= Work request =
From the first record below to the last, retype each one exactly.

--- Data extracts Enclosed Below ---

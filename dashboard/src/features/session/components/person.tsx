import { useToast } from '@/lib/toasts';
import { errorText } from '@/lib/api-error';
import { roleNames, useUser } from '@/lib/session';
import { useSignOut } from '../api/sign-out';
import styles from './person.module.css';

/** Who is signed in, and the way out. */
export function Person() {
  const user = useUser();
  const signOut = useSignOut();
  const toast = useToast();
  const leave = () =>
    signOut.mutate({}, { onError: (error) => toast({ kind: 'error', text: errorText(error) }) });
  return (
    <div className={styles.person}>
      <p className={styles.name}>{user.displayName}</p>
      <p className={styles.role}>{roleNames[user.role]}</p>
      <button type="button" className={styles.out} onClick={leave} disabled={signOut.isPending}>
        Sign out
      </button>
    </div>
  );
}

--- End of Enclosed Data extracts ---

= Solution below =
filename dashboard/src/features/session/components/person.tsx
import { useToast } from '@/lib/toasts';
import { errorText } from '@/lib/api-error';
import { roleNames, useUser } from '@/lib/session';
import { useSignOut } from '../api/sign-out';
import styles from './person.module.css';

/** Who is signed in, and the way out. */
export function Person() {
  const user = useUser();
  const signOut = useSignOut();
  const toast = useToast();
  const leave = () =>
    signOut.mutate({}, { onError: (error) => toast({ kind: 'error', text: errorText(error) }) });
  return (
    <div className={styles.person}>
      <p className={styles.name}>{user.displayName}</p>
      <p className={styles.role}>{roleNames[user.role]}</p>
      <button type="button" className={styles.out} onClick={leave} disabled={signOut.isPending}>
        Sign out
      </button>
    </div>
  );
}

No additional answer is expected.